Alzheimer's disease (AD) presents society with one of its biggest challenges, yet despite the investment of billions of dollars there are only two classes of drug approved that have minimal benefit in patients. Scientists at King's College London have implicated dysregulation of retinoid signalling as an early feature of the disease and identified the retinoic acid receptor (RAR) family as an attractive drug target. They have gone on to design and patent protect novel orally available RARα selective agonists and demonstrated that they have the potential to restore many of the deficits reported in AD patients. Advent Venture Partners has provided funds to establish a new UK biotechnology company, CoCo Therapeutics Ltd, in partnership with the Wellcome Trust and KCL, to progress this KCL research into the development of a new treatment for AD.

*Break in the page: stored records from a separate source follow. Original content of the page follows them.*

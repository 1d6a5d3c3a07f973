import type { Map as LeafletMap } from 'leaflet'
import { NO_GROUND, type MapGround } from '../../composables/map/mapGround.ts'
import type { MapBlock } from '../../composables/map/mapTypes.ts'
import { createGroundLabels, type OverGround } from './groundLabels.ts'
import { createGroundLayer } from './groundLayer.ts'
import { createSiteLayer } from './siteLayer.ts'

/** Everything under and round the blocks: the ground, what is kept clear of, and the names of both. */
export interface GroundView {
  show(ground: MapGround): void
  /** The names keep clear of these. */
  setBlocks(blocks: readonly MapBlock[]): void
}

export function createGroundView(map: LeafletMap, over: OverGround): GroundView {
  const layer = createGroundLayer(map)
  const sites = createSiteLayer(map)
  const names = createGroundLabels(map, over)
  let shown: MapGround = NO_GROUND
  let blocks: readonly MapBlock[] = []
  map.on('zoomend', layer.rescale)
  map.on('moveend', names.replace)
  return {
    show(ground) {
      shown = ground
      layer.show(ground)
      sites.show(ground.sites)
      names.show(ground, blocks)
    },
    setBlocks(list) {
      if (blocks === list) return
      blocks = list
      names.show(shown, list)
    },
  }
}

The cell adhesion molecule N-cadherin has been shown to be required for the survival of cancer cells, their metastasis and the formation of new blood vessels in solid tumours, however, cell adhesion molecules like N-cadherin were generally not considered to be "druggable." Scientists at King's College London have contributed to the development of a "peptide-pipeline" of novel N-cadherin antagonists, including the cyclic HAV peptide (N-Ac-CHAVC-NH2), also now known as Exherin and/or ADH-1, as a "first-in-class" N-cadherin antagonist. This compound was granted FDA organ drug designation for Melanoma in 2008 and successfully completed a number of phase I and II clinical trials, with an additional clinical trial currently recruiting. The demonstration that N-cadherin peptides can be used to treat cancer has changed the perception of what is possible and opened up new clinical and commercial opportunities.